** Opening INPUT DATA block **

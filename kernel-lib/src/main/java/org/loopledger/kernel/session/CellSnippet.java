package org.loopledger.kernel.session;

import jdk.jshell.SourceCodeAnalysis;

import java.util.ArrayList;
import java.util.List;

/**
 * One JShell snippet cut out of a cell: its source as JShell should evaluate it and the 0-based line of
 * the cell where it starts, so JShell's snippet-relative line numbers can be shown as cell lines.
 *
 * @param completeness JShell's verdict on this piece (the last piece of a cell may be incomplete)
 */
record CellSnippet(String source, int firstLine, SourceCodeAnalysis.Completeness completeness) {

    /** Splits a cell with JShell's own analysis; empty or comment-only pieces are dropped. */
    static List<CellSnippet> split(SourceCodeAnalysis analysis, String cell) {
        List<CellSnippet> result = new ArrayList<>();
        String rest = cell;
        int consumed = 0;
        while (!rest.isBlank()) {
            SourceCodeAnalysis.CompletionInfo info = analysis.analyzeCompletion(rest);
            SourceCodeAnalysis.Completeness c = info.completeness();
            if (c == SourceCodeAnalysis.Completeness.EMPTY) break;
            String remaining = c.isComplete() ? info.remaining() : "";
            int used = rest.length() - remaining.length();
            String piece = rest.substring(0, used);
            int lead = 0;
            while (lead < piece.length() && Character.isWhitespace(piece.charAt(lead))) lead++;
            String source = c.isComplete() && info.source() != null ? info.source().stripLeading() : piece.substring(lead);
            if (source.isEmpty()) break;
            result.add(new CellSnippet(source, countLines(cell, consumed + lead), c));
            if (used <= 0) break;
            consumed += used;
            rest = remaining;
        }
        return result;
    }

    private static int countLines(String s, int end) {
        int n = 0;
        for (int i = 0; i < end && i < s.length(); i++) if (s.charAt(i) == '\n') n++;
        return n;
    }
}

** Closing INPUT DATA block **

> YOUR INSTRUCTIONS
Find the word "substring" in the entries above. Copy every line that has it.

> RESPONSE
            String piece = rest.substring(0, used);
            String source = c.isComplete() && info.source() != null ? info.source().stripLeading() : piece.substring(lead);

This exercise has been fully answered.